Stinger pulled the motorcycle up to the front of the row of bikes that already waited and backed it into his spot. Once it was motionless, I did my best to gracefully hop off, looking around once more even though I knew every detail, down to the faded paint and the sagging roof that couldn't have been more than a couple of years away from desperate repairs.
"So," he said, giving me a wink that made it very clear what was on his mind. "Are you sure you're ready for this?"
I tossed him an as-ready-as-I'll-ever-be look and shrugged. "Should I be worried?"
Stinger frowned. He didn't really know how to answer that. Well, I guess he
did
, but it was pretty clear that the answer wasn't going to be anything other than the truth, and he didn't want to scare me off.
Because these guys knew only one way to have a woman. Rough. Hard and fast. They took their pleasure and they gave it too, but it was a primal passion that scared me much more than I was willing to admit.

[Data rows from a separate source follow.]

@dataclass(frozen=True, eq=False)
class ComponentSpace:
    """Covariates standardised on a reference sample and rotated to its first principal components.

    Fitted once per reference and reused for every fold that shares it (an audit's background
    sample): the standardisation, the rotation and the reference's extent do not change.

    Attributes
    ----------
    mean, scale : ndarray, shape (p,)
        The reference's mean and standard deviation per covariate (1 where it is constant).
    pca : sklearn.decomposition.PCA
        Fitted on the standardised reference; 2 components (1 with one covariate).
    lo, hi : ndarray, shape (n_components,)
        The reference's extent on each component.

    Examples
    --------
    >>> rng = np.random.default_rng(0)
    >>> space = ComponentSpace.fit(rng.normal(size=(200, 3)))
    >>> space.transform(np.zeros((1, 3))).shape
    (1, 2)
    """

    mean: np.ndarray
    scale: np.ndarray
    pca: PCA
    lo: np.ndarray
    hi: np.ndarray

    @property
    def rotation(self) -> np.ndarray:
        """Loadings, shape (p, n_components)."""
        return self.pca.components_.T

    @classmethod
    def fit(cls, reference) -> "ComponentSpace":
        """Fit on the complete rows of ``reference`` (records x covariates)."""
        return cls._fit(reference)[0]

    @classmethod
    def _fit(cls, reference):
        ref = _complete_rows(_matrix(reference, "reference"))
        ncomp = 1 if ref.shape[1] == 1 else 2
        if ref.shape[0] < ncomp + 1:
            raise InputError("The reference sample has too few complete records to standardise on.")
        mu, sd = ref.mean(axis=0), ref.std(axis=0)
        if not (sd > 0).any():
            raise InputError("The covariates do not vary over the reference records; D is undefined.")
        sd = np.where(sd > 0, sd, 1.0)  # a constant covariate carries no information; avoid 0/0
        z = (ref - mu) / sd
        # The eigenvectors of the p x p covariance: the same axes as an SVD of the records,
        # without decomposing an n x p matrix (scikit-learn's solver for n much larger than p).
        pca = PCA(n_components=ncomp, svd_solver="covariance_eigh").fit(z)
        pc_ref = np.asfortranarray(pca.transform(z))
        return cls(mu, sd, pca, pc_ref.min(axis=0), pc_ref.max(axis=0)), pc_ref

    def transform(self, x) -> np.ndarray:
        """Component scores of records ``x`` (records x covariates)."""
        z = (np.asfortranarray(x, dtype=float) - self.mean) / self.scale
        return np.asfortranarray(self.pca.transform(z))


def _kernel_matrix(axis: np.ndarray, bandwidth: float) -> np.ndarray:
    """Gaussian weights between the nodes of one grid axis (rows: where the density is read)."""
    u = (axis[:, None] - axis[None, :]) / bandwidth
    return np.exp(-0.5 * u * u)


def _densities(counts: np.ndarray, kernels: list[np.ndarray]) -> np.ndarray:
    """Smooth binned counts ``(c, G[, G])`` with a separable kernel; each density sums to 1."""
    if len(kernels) == 1:
        dens = counts @ kernels[0].T
    else:
        dens = np.matmul(np.matmul(kernels[0][None], counts), kernels[1].T[None])
    total = dens.reshape(dens.shape[0], -1).sum(axis=1)
    return dens / total.reshape((-1,) + (1,) * (dens.ndim - 1))
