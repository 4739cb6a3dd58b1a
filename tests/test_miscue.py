"""The miscue limit with cue elevation (issue #14 item 4).

Sources: the hand derivation in shotplan.physics.strike.miscue_angle
(cos phi = c cos theta + b sin theta), a hand-worked example below, and an
independent numeric check: the cue line intersected with the sphere by numpy,
the angle to the normal taken with numpy.
"""

from __future__ import annotations

import math
import re
from pathlib import Path

import numpy as np
import pytest
from hypothesis import example, given, settings
from hypothesis import strategies as st

from shotplan.errors import StrokeError
from shotplan.physics import Physics
from shotplan.physics.strike import check_tip, is_miscue, launch, limit_angle, miscue_angle
from shotplan.stroke import Stroke

ROOT = Path(__file__).resolve().parents[1]


def _numeric_angle(side: float, height: float, elevation_deg: float) -> float | None:
    """Intersect the cue line with the unit sphere (numpy.roots) and return
    the angle between the cue and the inward normal at the first hit.

    The cue passes through the tip point Q = (a, -c, b) on the sphere, which
    is how the strike model places the tip for side a and height b; here we
    start the line far behind the ball along -d and find where it first
    meets the sphere, independent of the closed form."""
    a, b = side, height
    c = math.sqrt(1.0 - a * a - b * b)
    q = np.array([a, -c, b])
    th = math.radians(elevation_deg)
    d = np.array([0.0, math.cos(th), -math.sin(th)])
    p0 = q - 5.0 * d
    # |p0 + t d|^2 = 1
    roots = np.roots([d @ d, 2.0 * (p0 @ d), p0 @ p0 - 1.0])
    t = float(min(r.real for r in roots if abs(r.imag) < 1e-9))
    hit = p0 + t * d
    if np.linalg.norm(hit - q) > 1e-6:
        return None  # the cue meets the ball elsewhere first: no tip contact at Q
    normal_in = -hit / np.linalg.norm(hit)
    return float(np.arccos(np.clip(normal_in @ d, -1.0, 1.0)))


def test_hand_worked_30_deg_03_side_refused() -> None:
    # Hand-worked: a = 0.3, b = 0, theta = 30 deg: c = sqrt(0.91) = 0.95394,
    # cos phi = 0.95394 * cos 30 = 0.82614, phi = 34.29 deg; the limit for
    # L = 0.5 is asin(0.5) = 30 deg, so the stroke miscues.
    phi = math.degrees(miscue_angle(0.3, 0.0, 30.0))
    assert phi == pytest.approx(34.29, abs=0.01)
    assert math.degrees(limit_angle(0.5)) == pytest.approx(30.0, abs=1e-9)
    with pytest.raises(StrokeError, match="30 deg elevation"):
        check_tip(0.3, 0.0, 30.0, 0.5)
    stroke = Stroke(direction_deg=0.0, speed_mps=2.0, side=0.3, height=0.0,
                    elevation_deg=30.0)
    with pytest.raises(StrokeError):
        launch(stroke, 0.028575, 0.17, Physics())


def test_level_cue_unchanged() -> None:
    # Level cue: sin(phi) is the tip offset, so the old rule hypot(a, b) <= L holds
    # (the old rule, by hand).
    for a, b in [(0.3, 0.0), (0.3, 0.39), (0.3, 0.41), (0.0, -0.5), (0.49, 0.0), (0.0, 0.51)]:
        assert is_miscue(a, b, 0.0, 0.5) == (math.hypot(a, b) > 0.5 + 1e-12)
    assert math.sin(miscue_angle(0.3, 0.4, 0.0)) == pytest.approx(0.5, abs=1e-12)


@settings(max_examples=200, deadline=None)
@given(st.floats(-0.9, 0.9), st.floats(-0.9, 0.9), st.floats(0.0, 60.0))
def test_closed_form_matches_numeric_intersection(a: float, b: float, elev: float) -> None:
    if a * a + b * b > 0.81:
        return
    num = _numeric_angle(a, b, elev)
    if num is None:
        # The cue line would pass through the ball before reaching the tip
        # point: beyond any allowed limit (at most 0.95 R, asin = 71.8 deg).
        assert is_miscue(a, b, elev, 0.95)
        return
    assert miscue_angle(a, b, elev) == pytest.approx(num, abs=1e-7)


def test_elevation_makes_draw_harder_and_follow_easier() -> None:
    # Physical sense (common practice, no source): an elevated cue below
    # centre strikes more glancingly, above centre more squarely.
    assert miscue_angle(0.0, -0.3, 20.0) > miscue_angle(0.0, -0.3, 0.0)
    assert miscue_angle(0.0, 0.3, 20.0) < miscue_angle(0.0, 0.3, 0.0)


def test_search_refuses_tip_beyond_limit_at_elevation() -> None:
    from shotplan.errors import InputError
    from shotplan.search.find import _check_settings

    phys = Physics()
    _check_settings(["direct"], "centre", None, 0.3, 0.0, phys, None, 0.0)
    with pytest.raises(InputError, match="elevation"):
        _check_settings(["direct"], "centre", None, 0.3, 0.0, phys, None, 30.0)


@settings(max_examples=200, deadline=None)
@given(st.floats(-0.3, 0.3), st.floats(0.0, 45.0))
def test_lowest_height_is_the_edge_of_the_limit(a: float, elev: float) -> None:
    # Independent check: at the height lowest_height gives, the numpy
    # intersection of the cue line with the sphere meets it at the limit
    # angle (30 degrees for L = 0.5); a hair lower is beyond it.
    from shotplan.stroke import lowest_height

    b = lowest_height(a, elev, 0.5)
    if b == 0.0:
        centre = _numeric_angle(a, 0.0, elev)
        assert centre is None or centre >= math.asin(0.5) - 1e-9
        return
    phi = _numeric_angle(a, b, elev)
    assert phi is not None and phi == pytest.approx(math.asin(0.5), abs=1e-7)
    if a * a + (b - 1e-4) ** 2 < 1.0:
        lower = _numeric_angle(a, b - 1e-4, elev)
        assert lower is None or lower > math.asin(0.5)


def test_level_lowest_height_is_the_offset_rule() -> None:
    # Hand-worked: a level cue's limit is the tip offset, so with side a the
    # lowest height is -sqrt(L^2 - a^2).
    from shotplan.stroke import lowest_height

    assert lowest_height(0.3, 0.0, 0.5) == pytest.approx(-0.4)
    assert lowest_height(0.0, 0.0, 0.5) == pytest.approx(-0.5)


@pytest.mark.parametrize("elev", [0.0, 10.0, 20.0, 30.0])
def test_draw_shots_the_search_proposes_stay_inside_the_limit(elev: float) -> None:
    # The search's own draw heights at elevation: every proposed stroke is a
    # legal one (the numpy intersection angle within 30 degrees).
    from shotplan.layout import load_layout
    from shotplan.search import find_shots

    lay = load_layout(ROOT / "assets" / "layouts" / "club-night-2-cut-to-corner.json")
    res = find_shots(lay, tip="draw", elevation_deg=elev, kinds=("direct", "bank"))
    assert res.shots
    for s in res.shots:
        phi = _numeric_angle(s.side, s.height, elev)
        assert phi is not None and phi <= math.asin(0.5) + 1e-9


@settings(max_examples=300, deadline=None)
@given(st.floats(-0.9, 0.9), st.floats(-0.9, 0.9), st.floats(0.0, 60.0))
@example(0.8125, 0.09375, 9.0)  # raising 1 deg passes the best elevation (9.25 deg)
def test_the_refusal_says_which_way_to_move_the_cue(a: float, b: float, elev: float) -> None:
    # The message's advice, checked against the independent numeric angle
    # (numpy.roots above): an elevation it names is inside the limit and on
    # the side it says; when it names none, no elevation from 0 to 60 deg
    # (every half degree) is inside; the point it names as the aim (sin theta
    # above centre) gives a zero angle.
    if a * a + b * b > 0.95 or not is_miscue(a, b, elev, 0.5):
        return
    with pytest.raises(StrokeError) as info:
        check_tip(a, b, elev, 0.5)
    text = str(info.value)
    limit = limit_angle(0.5)
    named = re.search(r"or (raise|lower) the cue to ([0-9.]+) deg$", text)
    if named:
        to = float(named.group(2))
        assert (to > elev) == (named.group(1) == "raise"), text
        assert 0.0 <= to <= 60.0
        there = _numeric_angle(a, b, to)
        assert there is not None and there <= limit + 1e-9, (text, there)
    else:
        assert "raise the cue" not in text and "lower the cue" not in text
        for e in np.arange(0.0, 60.01, 0.5):
            there = _numeric_angle(a, b, float(e))
            assert there is None or there > limit - 1e-9, (text, e)
    aim = math.sin(math.radians(elev))
    aimed = _numeric_angle(0.0, aim, elev)
    assert aimed is not None and aimed == pytest.approx(0.0, abs=1e-6)
    if f"{aim:.2f}" != "0.00":
        assert f"{aim:.2f} R above centre" in text
    else:
        assert "move the tip towards centre" in text


def test_a_tip_too_high_on_a_level_cue_is_not_told_to_go_higher() -> None:
    # Found in a new-user trial: height 0.9 on a level cue was told "move the
    # tip towards centre (or above it)". By hand: phi = asin(0.9) = 64.16 deg.
    with pytest.raises(StrokeError) as info:
        check_tip(0.0, 0.9, 0.0, 0.5)
    text = str(info.value)
    assert "64.2 deg off its normal" in text
    assert "above it" not in text and "move the tip towards centre" in text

"Listen," he said, "you need love. I get it. I guess everybody does, on one level or another. But you also need something I can't give you. When I ride out tomorrow I'll be through with you, and if our paths happen to cross again it won't be the love-at-first-sight romance bullshit you're thinking of.
I shrugged again and looked away. He was right. Of all the encounters I'd imagined myself having by way of 'research', the wham-bam-thank-you-ma'am sort was the least on my bucket list. I needed a man to want to stick around, and I
certainly
didn't want to worry about him fooling around on me.
Stinger nodded, and I saw that there was at least a touch of compassion in his otherwise worldly gaze. "Go on in there and write me someone to fuck, okay? Because it can't be you. To tell you the truth, I'd probably break you anyway."
I didn't argue. Stinger was giving me an out, and I'd be a fool not to take it. The freedom of the open road was an infectious thing, but what these clubs didn't bother to remind you was that the women stayed home. They cooked and cleaned, just like women everywhere did, and enjoyed very little of the raucous, badass lifestyle that appealed to so many.
"There's a room around the side," he told me. "We use it to give the guys on probation a place to look at porn and call the people who owe us money. Use it. Get in there and write your way out of this, or I'm going to have to find you and share you with the guys inside the clubhouse."
"Really?"
He nodded. "Like I said, that's the way these things go. You wanted gritty and real, not me. Some girls live for the sort of thing that could happen next, but I can already tell you're not one of them."